Photo by Heather Middleton

By Curt Yeomans

The Jonesboro City Council approved an ordinance that bans a fashion trend known as "sagging pants," on Monday, by a 5-1 vote, but only after residents and councilmembers engaged in a nearly 20-minute-long debate that exposed heated, and passionate views on the topic.

The ban stipulates that anyone who wears pants, shorts and skirts more than three inches below their hips can be cited for "Disorderly Conduct," and, therefore, have to appear before the city's municipal judge and pay a fine. The ban comes hot on the heals of a similar one adopted last month in the City of Hampton.

Critics of the ban, who addressed the city council publicly Monday for the first time, said city leaders had gone overboard on the issue. "I don't think that anyone has a right to force their opinions on what constitutes decent fashion on anyone else," said Jonesboro resident, Dalton Smith. "I would call it fashion fascists. I don't think it's necessary to legislate against this ... If you vote for this ban, I know it's a very minor issue, but in the spirit, it would be like the Pledge of Allegiance we just took earlier."

Now that the ban has been approved, Mayor Luther Maddox said it will officially go into effect 10 days after Monday's meeting, which would be the end of next week.

The heated feelings expressed Monday showed a split among some residents and city councilmembers, about the line between taking a stand against what some see as public indecency, and taking actions that some construe as an infringement upon Constitutional rights.

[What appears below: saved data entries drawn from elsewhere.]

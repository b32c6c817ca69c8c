//! The outputs of `edgetherm check`: a validated case described in its own units, as text
//! for a person or as JSON ([`CheckReport`] serialises with `serde`): the plate outline,
//! each edge and its condition, the unknown edges, each sensor's position and depth below
//! each unknown edge, the readings count, the settings, and the forward model the case
//! will use with how finely the sensors can see each unknown edge. Nothing is fitted.

use super::format::num;
use crate::Result;
use crate::case::{Case, StrengthRule};
use crate::forward::{ForwardModel, ModelDescription, SeriesOptions};
use crate::geometry::{Edge, EdgeCondition, Shape};
use crate::noise::NoiseSpec;
use serde::Serialize;
use std::fmt::Write as _;
use std::path::PathBuf;

/// What `check` says about a valid case, in the case's units. Serialises to the `--json`
/// output; [`CheckReport::text`] is the text a person reads.
#[derive(Debug, Serialize)]
pub struct CheckReport {
    valid: bool,
    files: FilesReport,
    units: UnitsReport,
    plate: PlateReport,
    edges: Vec<EdgeReport>,
    unknown_edges: Vec<Edge>,
    sensors: Vec<SensorReport>,
    readings: Option<ReadingsReport>,
    fit: FitReport,
    noise: NoiseReport,
    /// How voltage readings are converted to temperatures, when they are voltages.
    #[serde(skip_serializing_if = "Option::is_none")]
    readings_conversion: Option<String>,
    uncertainty: UncertaintyReport,
    /// How each table was read (separator, decimal mark, ...), so that a misread file is
    /// noticed.
    read_as: Vec<crate::case::ReadAs>,
    /// The forward model: filled in by [`forward_model`].
    #[serde(skip_serializing_if = "Option::is_none")]
    model: Option<ForwardModelReport>,
}

#[derive(Debug, Serialize)]
struct FilesReport {
    plate: PathBuf,
    sensors: PathBuf,
    readings: Option<PathBuf>,
}

#[derive(Debug, Serialize)]
struct UnitsReport {
    length: &'static str,
    temperature: &'static str,
}

#[derive(Debug, Serialize)]
struct PlateReport {
    /// `rectangle`, `strip`, `disk` or `annulus`.
    shape: &'static str,
    /// The outer diameter of a round part.
    width: f64,
    /// `None` for a long strip; the outer diameter of a round part.
    height: Option<f64>,
    /// A disk's radius, an annulus's outer radius.
    #[serde(skip_serializing_if = "Option::is_none")]
    radius: Option<f64>,
    /// An annulus's inner radius.
    #[serde(skip_serializing_if = "Option::is_none")]
    inner_radius: Option<f64>,
    /// W/(m K).
    conductivity: Option<f64>,
}
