#[cfg(test)]
#[allow(clippy::float_cmp)] // the checked values are exact by construction
mod tests {
    use super::*;

    const GOOD: &str = r#"
[plate]
width = 150.0
height = 60
length_unit = "mm"
temperature_unit = "C"
conductivity = 205.0

[edges.bottom]
condition = "unknown"

[edges.top]
condition = "fixed"
temperature = 25.0

[edges.left]
condition = "insulated"

[edges.right]
condition = "insulated"

[noise]
sigma = 0.5
"#;

    fn parse(text: &str) -> Result<PlateFile> {
        let d = tempfile::tempdir().unwrap();
        let p = d.path().join("plate.toml");
        std::fs::write(&p, text).unwrap();
        read_plate_file(&p)
    }

    fn loc(e: &Error) -> (Option<usize>, Option<String>, String) {
        match e {
            Error::Invalid { location, message } => {
                (location.line, location.field.clone(), message.clone())
            }
            other => panic!("expected an invalid-input error, got {other:?}"),
        }
    }

    #[test]
    fn thermocouple_section() {
        let no_noise = GOOD.replace("[noise]\nsigma = 0.5\n", "");
        let f = parse(&format!(
            "{no_noise}[thermocouple]\ntype = \"k\"\nsignal = \"emf_mv\"\ncold_junction = 23.4\n\
             [noise]\ntolerance_class = \"iec-1\"\n"
        ))
        .unwrap();
        let tc = f.thermocouple.unwrap();
        assert_eq!(tc.tc_type, Its90Type::K);
        assert_eq!(tc.signal, Signal::EmfMv);
        match tc.cold_junction {
            Some(ColdJunction::Fixed(k)) => assert!((k - 296.55).abs() < 1e-9),
            other => panic!("{other:?}"),
        }
        // the tolerance class takes the [thermocouple] type
        assert_eq!(
            f.noise,
            NoiseSpec::Tolerance {
                class: ToleranceClass::Iec1,
                tc_type: ThermocoupleType::K
            }
        );
        let f = parse(&format!(
            "{no_noise}[thermocouple]\ntype = \"S\"\nsignal = \"emf_mv\"\n\
             cold_junction = \"column\"\n[noise]\nsigma_emf_mv = 0.002\n"
        ))
        .unwrap();
        assert_eq!(
            f.thermocouple.unwrap().cold_junction,
            Some(ColdJunction::Column)
        );
        assert_eq!(
            f.noise,
            NoiseSpec::Emf {
                sigma_mv: 0.002,
                tc_type: Its90Type::S
            }
        );
        let bad = [
            (
                "type = \"C\"\n",
                "thermocouple.type",
                "unknown thermocouple type",
            ),
            (
                "type = \"K\"\nsignal = \"emf_mv\"\n",
                "thermocouple.signal",
                "cold_junction",
            ),
            (
                "type = \"K\"\ncold_junction = 20\n",
                "thermocouple.cold_junction",
                "voltage readings only",
            ),
            (
                "type = \"K\"\nsignal = \"volts\"\n",
                "thermocouple.signal",
                "unknown signal",
            ),
            (
                "type = \"T\"\nsignal = \"emf_mv\"\ncold_junction = 500\n",
                "thermocouple.cold_junction",
                "outside the type T",
            ),
            (
                "type = \"K\"\nsignal = \"emf_mv\"\ncold_junction = \"room\"\n",
                "thermocouple.cold_junction",
                "not a cold junction",
            ),
            (
                "type = \"K\"\n[noise]\nsigma_emf_mv = 0.01\n",
                "noise.sigma_emf_mv",
                "needs voltage readings",
            ),
            (
                "type = \"R\"\n[noise]\ntolerance_class = \"iec-1\"\n",
                "noise.tolerance_class",
                "not type R",
            ),
            (
                "type = \"K\"\n[noise]\ntolerance_class = \"iec-1\"\ntype = \"J\"\n",
                "noise.type",
                "differs",
            ),
        ];
        for (section, field, gist) in bad {
            let text = format!("{no_noise}[thermocouple]\n{section}");
            let e = parse(&text).unwrap_err();
            let (line, f, m) = loc(&e);
            assert_eq!(f.as_deref(), Some(field), "{section}: {e}");
            assert!(line.is_some(), "{section}: {e}");
            assert!(m.contains(gist), "{section}: {e}");
        }
    }

    #[test]
    fn bounds_section_in_si_units() {
        let f = parse(GOOD).unwrap();
        assert_eq!(f.bounds, BoundsSettings::default());
        let f = parse(&format!(
            "{GOOD}\n[bounds]\nmax_gradient = 2.5\nmin_temperature = 10.0\nmax_temperature = 90.0\n"
        ))
        .unwrap();
        // 2.5 °C/mm = 2500 K/m; 0 °C = 273.15 K (definitions of the units)
        let g = f.bounds.max_gradient_k_per_m.unwrap();
        assert!((g - 2500.0).abs() < 1e-9, "{g}");
        assert!((f.bounds.min_temperature_k.unwrap() - 283.15).abs() < 1e-9);
        assert!((f.bounds.max_temperature_k.unwrap() - 363.15).abs() < 1e-9);
        // 1 °F/in = (5/9) K / 0.0254 m = 21.872 K/m (1 in = 25.4 mm exactly)
        let text = GOOD
            .replace("length_unit = \"mm\"", "length_unit = \"in\"")
            .replace("temperature_unit = \"C\"", "temperature_unit = \"F\"")
            .replace("width = 150.0", "width = 6.0")
            .replace("height = 60", "height = 2.5")
            + "\n[bounds]\nmax_gradient = 1.0\n";
        let f = parse(&text).expect("the inch/Fahrenheit plate parses");
        let g = f.bounds.max_gradient_k_per_m.unwrap();
        assert!((g - 5.0 / 9.0 / 0.0254).abs() < 1e-9, "{g}");
    }

    #[test]
    fn good_file_and_defaults() {
        let f = parse(GOOD).unwrap();
        assert_eq!(f.plate.unknown_edges(), vec![Edge::Bottom]);
        assert_eq!(f.plate.shape().width(), 0.15);
        assert_eq!(f.fit.terms, DEFAULT_TERMS);
        assert_eq!(f.fit.smoothing, Smoothing::Auto);
        assert_eq!(f.fit.strength, StrengthRule::Default);
        assert_eq!(f.noise, NoiseSpec::Sigma(0.5));
        assert_eq!(f.uncertainty.replicates, 2000);
        assert_eq!(f.uncertainty.seed, 7);
        assert_eq!(f.uncertainty.confidence, 0.95);
        assert!(f.uncertainty.position_sigma_m.is_none());
        match f.plate.condition(Edge::Top) {
            Some(EdgeCondition::Fixed(p)) => assert!((p.value(0.0) - 298.15).abs() < 1e-12),
            other => panic!("top should be fixed, got {other:?}"),
        }
    }

    #[test]
    fn errors_point_at_the_key() {
        let cases: Vec<(String, Option<usize>, &str, &str)> = vec![
            (
                GOOD.replace("width = 150.0", "widht = 150.0"),
                Some(3),
                "plate.widht",
                "unknown key",
            ),
            (
                GOOD.replace("temperature = 25.0", "temperature = -300"),
                Some(14),
                "edges.top.temperature",
                "below absolute zero",
            ),
            (
                GOOD.replace("height = 60", "height = \"tall\""),
                Some(4),
                "plate.height",
                "infinite",
            ),
            (
                GOOD.replace("height = 60", "height = true"),
                Some(4),
                "plate.height",
                "invalid type",
            ),
            (
                GOOD.replace("\"mm\"", "\"cm\""),
                Some(5),
                "plate.length_unit",
                "unknown value",
            ),
            (
                GOOD.replace(
                    "condition = \"insulated\"\n\n[edges.right]",
                    "condition = \"convective\"\n\n[edges.right]",
                ),
                Some(17),
                "edges.left.condition",
                "needs `ambient",
            ),
            (
                GOOD.replace("[edges.left]\ncondition = \"insulated\"\n", ""),
                None,
                "edges.left",
                "no condition",
            ),
            (
                GOOD.replace("[edges.right]", "[edges.top]"),
                Some(19),
                "edges.top",
                "given twice",
            ),
            (
                GOOD.replace("sigma = 0.5", "sigma = 0.5\ntolerance_class = \"iec-1\""),
                Some(23),
                "noise.sigma",
                "not both",
            ),
            (
                GOOD.replace("sigma = 0.5", "sigma = nan"),
                Some(23),
                "noise.sigma",
                "positive",
            ),
            (
                GOOD.replace("[noise]", "[fit]\nterms = 0\n[noise]"),
                Some(23),
                "fit.terms",
                "whole number",
            ),
            (
                GOOD.replace("[noise]", "[uncertainty]\nconfidence = 1.0\n[noise]"),
                Some(23),
                "uncertainty.confidence",
                "between 0 and 1",
            ),
            (
                GOOD.replace(
                    "[edges.top]\ncondition = \"fixed\"\ntemperature = 25.0",
                    "[edges.top]\ncondition = \"fixed\"",
                ),
                Some(13),
                "edges.top.condition",
                "needs `temperature",
            ),
            (
                GOOD.replace("condition = \"unknown\"", "temperature = 3"),
                Some(9),
                "edges.bottom.condition",
                "needs the key `condition`",
            ),
            (
                GOOD.replace("[plate]", "[plate]\nwidth = 1"),
                Some(4),
                "plate.width",
                "twice",
            ),
            (
                format!("edges = 3\n{}", &GOOD[..GOOD.find("[edges").unwrap()]),
                Some(1),
                "edges",
                "expected a table",
            ),
        ];
        for (text, line, field, gist) in cases {
            let e = parse(&text).unwrap_err();
            let (l, f, m) = loc(&e);
            assert_eq!(l, line, "{e}");
            assert_eq!(f.as_deref(), Some(field), "{e}");
            assert!(m.contains(gist), "{e}");
        }
    }

    #[test]
    fn design_section_is_read_in_si_units() {
        let f = parse(GOOD).unwrap();
        assert!(!f.design.present);
        let text = format!(
            "{GOOD}\n[design]\nallowed = [{{ x = [0, 150], y = [0, 20] }}]\n\
             keep_out = [{{ x = [70, 80], y = [0, 60] }}]\nedge_distance = 3\n\
             sensor_spacing = 10\ncandidate_spacing = 0.5\nnoise = 0.2\nvariation = 5\n\
             smoothing = \"slope\"\ncriterion = \"worst\"\n"
        );
        let d = parse(&text).unwrap().design;
        assert!(d.present);
        assert_eq!(d.allowed.len(), 1);
        assert!((d.allowed[0].y_max - 0.02).abs() < 1e-15);
        assert!((d.keep_out[0].x_min - 0.07).abs() < 1e-15);
        assert!((d.edge_distance_m - 0.003).abs() < 1e-15);
        assert!((d.sensor_spacing_m - 0.01).abs() < 1e-15);
        assert_eq!(d.candidates, CandidateSource::Grid(Some(0.0005)));
        assert_eq!(d.noise_k, Some(0.2));
        assert_eq!(d.variation_k, Some(5.0));
        assert_eq!(d.smoothing, Some(Smoothing::Slope));
        assert_eq!(d.criterion, Some(Criterion::Worst));
        assert_eq!(d.line_of("design.variation"), Some(32));
        assert_eq!(d.line_of("design"), Some(25));
    }

    #[test]
    fn design_errors_point_at_the_key() {
        let cases = [
            (
                "allowed = [{ x = [0, 200], y = [0, 20] }]",
                26,
                "design.allowed",
                "outside the plate",
            ),
            (
                "allowed = [{ x = [50, 10], y = [0, 20] }]",
                26,
                "design.allowed",
                "x_min < x_max",
            ),
            (
                "keep_out = [{ x = [1, 2] }]",
                26,
                "design.keep_out.y",
                "needs the key `y`",
            ),
            (
                "edge_distance = -1",
                26,
                "design.edge_distance",
                "0 or larger",
            ),
            ("edge_distance = 30", 26, "design.edge_distance", "no room"),
            (
                "candidate_spacing = 0",
                26,
                "design.candidate_spacing",
                "positive",
            ),
            (
                "candidate_spacing = 1\ncandidates = \"c.csv\"",
                27,
                "design.candidates",
                "not both",
            ),
            ("noise = -0.1", 26, "design.noise", "positive"),
            ("variation = 0", 26, "design.variation", "positive"),
            (
                "smoothing = \"auto\"",
                26,
                "design.smoothing",
                "one smoothing order",
            ),
            (
                "criterion = \"best\"",
                26,
                "design.criterion",
                "unknown criterion",
            ),
            ("count = 3", 26, "design.count", "unknown key"),
        ];
        for (body, line, field, gist) in cases {
            let text = format!("{GOOD}\n[design]\n{body}\n");
            let e = parse(&text).unwrap_err();
            let (l, f, m) = loc(&e);
            assert_eq!(l, Some(line), "{body}: {e}");
            assert_eq!(f.as_deref(), Some(field), "{body}: {e}");
            assert!(m.contains(gist), "{body}: {e}");
        }
    }

    #[test]
    fn strip_sides_cannot_be_unknown() {
        let text = GOOD
            .replace("height = 60", "height = \"infinite\"")
            .replace("[edges.top]\ncondition = \"fixed\"\ntemperature = 25.0", "")
            .replace(
                "[edges.left]\ncondition = \"insulated\"",
                "[edges.left]\ncondition = \"unknown\"",
            );
        let e = parse(&text).unwrap_err();
        let (l, f, m) = loc(&e);
        assert_eq!(f.as_deref(), Some("edges.left.condition"));
        assert_eq!(l, Some(15)); // the three lines of [edges.top] are gone
        assert!(m.contains("long strip"), "{m}");
    }

    proptest::proptest! {
        #![proptest_config(proptest::prelude::ProptestConfig::with_cases(300))]
        /// Any value on any line of a valid file gives a valid plate or an invalid-input
        /// error, never a panic.
        #[test]
        fn mutated_files_never_panic(line in 0usize..24, junk in "[ -~]{0,24}") {
            let text: Vec<String> = GOOD
                .lines()
                .enumerate()
                .map(|(i, l)| match (i == line, l.split_once('=')) {
                    (true, Some((k, _))) => format!("{k}= {junk}"),
                    (true, None) => junk.clone(),
                    _ => l.to_string(),
                })
                .collect();
            if let Err(e) = parse(&text.join("\n")) {
                proptest::prop_assert_eq!(e.exit_code(), 2, "{}", e);
            }
        }
    }

    #[test]
    fn garbage_is_an_error_not_a_panic() {
        for text in [
            "",
            "\u{0}\u{1}\u{2}",
            "[plate",
            "width = 1e999999",
            "[[plate]]\n",
        ] {
            let e = parse(text).unwrap_err();
            assert_eq!(e.exit_code(), 2, "{e}");
        }
    }
}
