/// `∫ |R|` with `R = ∫ (K − Q K)` for a kernel sampled at `per_cell` points per node cell
/// (`cells` cells of width `per_cell · ds`): node means `c_j = ⟨K, θ_j⟩ / ⟨1, θ_j⟩` by the
/// trapezoid rule, then the trapezoid rule again.
fn integral_of_r(kernel: &[f64], per_cell: usize, cells: usize, ds: f64) -> f64 {
    let n_fine = kernel.len();
    let mut c = vec![0.0; cells + 1];
    let mut wsum = vec![0.0; cells + 1];
    for (k, &kv) in kernel.iter().enumerate() {
        let tw = if k == 0 || k == n_fine - 1 { 0.5 } else { 1.0 };
        let cell = (k / per_cell).min(cells - 1);
        let t = (k - cell * per_cell) as f64 / per_cell as f64;
        for (j, theta) in [(cell, 1.0 - t), (cell + 1, t)] {
            c[j] += tw * theta * kv;
            wsum[j] += tw * theta;
        }
    }
    for (cj, wj) in c.iter_mut().zip(&wsum) {
        *cj /= wj;
    }
    let diff = |k: usize| {
        let cell = (k / per_cell).min(cells - 1);
        let t = (k - cell * per_cell) as f64 / per_cell as f64;
        kernel[k] - ((1.0 - t) * c[cell] + t * c[cell + 1])
    };
    let mut r = 0.0;
    let mut prev_d = diff(0);
    let mut integral = 0.0;
    for k in 1..n_fine {
        let dk = diff(k);
        let r_new = r + 0.5 * (prev_d + dk) * ds;
        integral += 0.5 * (r.abs() + r_new.abs()) * ds;
        r = r_new;
        prev_d = dk;
    }
    integral
}

/// The nodes of every hidden edge: `k_nodes` evenly spaced along it, ends included, numbered
/// edge after edge.
fn edge_nodes(shape: &Shape, hidden: &[Edge], k_nodes: usize) -> Vec<EdgeNodes> {
    let mut edges = Vec::new();
    let mut first = 0;
    for &edge in hidden {
        let Some(length) = shape.edge_length(edge) else {
            continue;
        };
        let h = length / (k_nodes - 1) as f64;
        let positions: Vec<f64> = (0..k_nodes).map(|j| j as f64 * h).collect();
        edges.push(EdgeNodes {
            edge,
            length_m: length,
            positions_m: positions,
            first,
            spacing_m: h,
        });
        first += k_nodes;
    }
    edges
}

/// Every sensor must lie strictly inside the plate, off each hidden edge.
fn sensors_off_hidden_edges(shape: &Shape, sensors: &[Point], edges: &[EdgeNodes]) -> Result<()> {
    for (i, p) in sensors.iter().enumerate() {
        for e in edges {
            if shape.depth_from(e.edge, *p) <= 0.0 {
                return Err(Error::invalid_field(
                    "sensors",
                    format!(
                        "sensor {} lies on the hidden {} edge: strict bounds need every \
                         sensor inside the plate",
                        i + 1,
                        e.edge
                    ),
                ));
            }
        }
    }
    Ok(())
}

/// The tail factor `ε_{ie}` of every sensor and hidden edge (the share of a unit edge change
/// beyond the series that can reach the sensor), and the largest of them.
fn tail_factors(
    shape: &Shape,
    sensors: &[Point],
    edges: &[EdgeNodes],
    known_terms: usize,
) -> (Vec<Vec<f64>>, f64) {
    let n_terms = known_terms as f64;
    let mut tail = vec![vec![0.0; edges.len()]; sensors.len()];
    let mut max_tail_factor = 0.0_f64;
    for (i, p) in sensors.iter().enumerate() {
        for (ei, e) in edges.iter().enumerate() {
            let d = shape.depth_from(e.edge, *p);
            // the first omitted mode: beyond the N terms, or where the series itself
            // stops because e^{−k d} fell below NEGLIGIBLE_DECAY
            let k = (n_terms * std::f64::consts::PI / e.length_m)
                .min((1.0 / NEGLIGIBLE_DECAY).ln() / d);
            let eps = 4.0 * (-k * d).exp()
                / (k * e.length_m * -(-std::f64::consts::PI * d / e.length_m).exp_m1());
            tail[i][ei] = eps;
            max_tail_factor = max_tail_factor.max(eps);
        }
    }
    (tail, max_tail_factor)
}

#[cfg(test)]
mod tests {
    use super::*;
    use crate::forward::basis::{Decay, EdgeBasis, End};

    #[test]
    fn fine_kernels_are_the_per_sensor_sums_bit_for_bit() {
        // invented weights over many decades, sensors using different numbers of modes, fine
        // grids with whole blocks of KERNEL_BLOCK points, a remainder and fewer than four:
        // every value must be Σ_{t < used} (φ_t(s) / ‖φ_t‖²) w_t added in the order of t from
        // −0.0, as the plain loop forms it
        let mut next = crate::testing::uniform(0x9e37_79b9_7f4a_7c15);
        for (start, end) in [
            (End::Held, End::Held),
            (End::Insulated, End::Held),
            (End::Convective { beta: 3.0 }, End::Held),
        ] {
            let series = Series::new(EdgeBasis::new(start, end, 0.4), Decay::Unbounded, 40);
            for n_fine in [3, 64, 150] {
                let fine: Vec<f64> = (0..n_fine)
                    .map(|k| 0.4 * k as f64 / (n_fine - 1) as f64)
                    .collect();
                let modes: Vec<(Vec<f64>, usize)> = [40, 7, 23, 1]
                    .iter()
                    .map(|&used| {
                        let w = (0..40).map(|_| next() * 10f64.powf(6.0 * next())).collect();
                        (w, used)
                    })
                    .collect();
                let got = fine_kernels(&series, &fine, &modes);
                let mut row = vec![0.0; 40];
                for (k, &s) in fine.iter().enumerate() {
                    series.phi_into(s, &mut row);
                    for (i, (w, used)) in modes.iter().enumerate() {
                        let want: f64 = (0..*used).map(|t| row[t] / series.norm_sq(t) * w[t]).sum();
                        assert_eq!(
                            got[i * n_fine + k].to_bits(),
                            want.to_bits(),
                            "{start:?} n_fine={n_fine} sensor {i} point {k}"
                        );
                    }
                }
            }
        }
    }

    #[test]
    fn polar_kernels_are_the_per_sensor_sums_bit_for_bit() {
        // invented weights over many decades; fine grids with whole blocks of KERNEL_BLOCK
        // points, a remainder, fewer than eight, and function counts odd and even: every
        // value must be Σ_j φ_j(s) w_j added in the order of j from −0.0, as the plain loop
        // over the whole table forms it
        let mut next = crate::testing::uniform(0x2545_f491_4f6c_dd1d);
        let radius = 0.05;
        for n in [1, 2, 9, 64] {
            for n_fine in [3, 64, 150] {
                let fine: Vec<f64> = (0..n_fine)
                    .map(|k| std::f64::consts::TAU * radius * k as f64 / (n_fine - 1) as f64)
                    .collect();
                let weights: Vec<Vec<f64>> = (0..3)
                    .map(|_| (0..n).map(|_| next() * 10f64.powf(6.0 * next())).collect())
                    .collect();
                let got = polar_kernels(&fine, radius, n, &weights);
                let mut row = vec![0.0; n];
                for (k, &s) in fine.iter().enumerate() {
                    polar_phi_into(s, radius, &mut row);
                    for (i, w) in weights.iter().enumerate() {
                        let want: f64 = row.iter().zip(w).map(|(p, w)| p * w).sum();
                        assert_eq!(
                            got[i * n_fine + k].to_bits(),
                            want.to_bits(),
                            "n={n} n_fine={n_fine} sensor {i} point {k}"
                        );
                    }
                }
            }
        }
    }
}
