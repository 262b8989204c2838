import { useState } from 'react';
import { canSite } from '@contracts/roles';
import { PageHeader } from '../../components/PageHeader';
import { usePageTitle } from '../../components/pageTitle';
import { Panel } from '../../components/Panel';
import { Loading, QueryError } from '../../components/QueryState';
import { formatDateTime } from '../../lib/format';
import { useMe } from '../auth/me';
import { useCapturedMail } from './listMail';
import { splitLinks } from './linkify';

function MailText({ text }: { text: string }) {
  return (
    <pre className="whitespace-pre-wrap break-words rounded-md bg-wafer-50 p-3 font-mono text-fine text-wafer-800">
      {splitLinks(text).map((part, i) =>
        part.kind === 'text' ? (
          <span key={i}>{part.text}</span>
        ) : (
          <a key={i} href={part.href} className="text-phosphor-700 underline">
            {part.href}
          </a>
        ),
      )}
    </pre>
  );
}

function MailList() {
  const mail = useCapturedMail();
  const [openId, setOpenId] = useState<number | null>(null);
  if (mail.isPending) return <Loading label="Loading captured mail…" />;
  if (mail.isError) return <QueryError error={mail.error} what="captured mail" onRetry={() => void mail.refetch()} />;
  if (mail.data.length === 0) return <p className="text-note text-wafer-500">No messages caught yet. Invitations and password-reset e-mails appear here.</p>;
  return (
    <ul className="divide-y divide-wafer-100" aria-label="Captured messages">
      {mail.data.map((m) => {
        const open = openId === m.id;
        return (
          <li key={m.id} className="py-2">
            <button
              type="button"
              aria-expanded={open}
              aria-controls={`mail-${m.id}`}
              onClick={() => setOpenId(open ? null : m.id)}
              className="grid w-full grid-cols-[1fr_auto] gap-x-4 rounded-md px-2 py-1.5 text-left hover:bg-wafer-50 focus-visible:outline-2 focus-visible:outline-phosphor-500"
            >
              <span className="truncate font-semibold text-wafer-900">{m.subject || '(no subject)'}</span>
              <time dateTime={m.receivedAt} className="num text-fine text-wafer-500">
                {formatDateTime(m.receivedAt)}
              </time>
              <span className="col-span-2 truncate text-fine text-wafer-500">
                to {m.to.join(', ')} · from {m.from}
              </span>
            </button>
            {open && (
              <div id={`mail-${m.id}`} className="mt-2 px-2">
                <MailText text={m.text} />
              </div>
            )}
          </li>
        );
      })}
    </ul>
  );
}

export function MailRoomPage() {
  const me = useMe();
  usePageTitle('Mail room');
  if (!canSite(me.data?.siteRole, 'admin.mail.read')) {
    return <PageHeader title="Mail room" lead="Only site administrators can read captured mail." />;
  }
  return (
    <>
      <PageHeader
        title="Mail room"
        lead="Messages caught by the local stand-in mail server used in development and tests. With a real mail host configured, nothing lands here."
      />
      <Panel title="Captured messages" description="Newest first; refreshed every 15 seconds.">
        <MailList />
      </Panel>
    </>
  );
}
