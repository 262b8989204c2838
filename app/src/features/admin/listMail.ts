// GET /api/admin/mail: e-mails caught by the local fake SMTP server (site admins only).
import { queryOptions, useQuery } from '@tanstack/react-query';
import { capturedMailListSchema } from '@contracts/api';
import { api } from '../../lib/api';

export async function fetchCapturedMail(signal?: AbortSignal) {
  return (await api('/api/admin/mail', { signal }, capturedMailListSchema)).messages;
}

export const capturedMailQuery = () =>
  queryOptions({
    queryKey: ['admin', 'mail'] as const,
    queryFn: ({ signal }) => fetchCapturedMail(signal),
    refetchInterval: 15_000,
  });

export function useCapturedMail() {
  return useQuery(capturedMailQuery());
}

City Councilman Joe Compton, who cast the lone vote against the ban, said his "knee-jerk reaction" to first hearing about the ban was to support it, but he added that he has since come to feel it is not his place to dictate fashion to other people.

"I just don't feel it's the government's role to tell people they can't dress like that," he said.

Fellow Councilman Clarence Mann, however, argued that the city government's role was to protect residents of the city. "I think, we as a council, have to look after the citizens here in the city, the same way that the proprietor of a business would look after their customers," he said. "We have to look after our constituents."

Jonesboro resident, Sammy McBrayer, who voiced opposition to the ban, said that he had spent time in prison, and that his understanding of low-hanging pants was that it was a prison symbol for prostitution. He told city council members that they should therefore only go after "sagging pants" on those grounds, rather than issuing a "Disorderly Conduct" charge.

"They hang their pants to signify that they are 'open for business,'" McBrayer said. "So, if you want to pass an ordinance, when a person is hanging their pants down below their buttocks, get them for prostitution. But, as long as they have underwear covering their buttocks, and their flesh, there's no difference in that, and their shorts."

Resident, David Barron, countered by saying that while a person's flesh may not be shown because they are wearing underwear, other people still do not want to see even that much exposure in public.

"We're talking about indecent exposure to your extremities, and he may or may not have on underwear," Barron said. "I hope he does. Most of them that I've seen have on underwear, but who wants to look at a grown man's underwear."

Ann Sligh, an outspoken proponent of the ban, passionately told the council that people who do not want to see another person's sagging pants have the right to not have to risk viewing that sight.

"I don't care what anybody says, it IS indecent exposure," she said. "It offends me, and I know it offends other people. It has never been a problem before. It has become a problem, and we have got to do something about it. I told you, twice sitting on my mother's porch, I saw a boy's pants fall to his knees. If it's not offensive to these folks, I don't' know what it's going to take to offend you.

"Surely people like us still have some rights," she added.

Smith then jumped up and responded to Sligh's comments, by saying: "If what she's saying is taken to its logical extreme, then, any new fashion trend that a small group of people don't like could, theoretically, be banned. You can't legislate this. You just can't do it. I mean, don't look at it, if you don't like it.

"I'm sorry, but one of the hallmarks of living in a free society with individual expression is that people are going to dress in ways that you don't like, and you just have to deal with it," Smith added.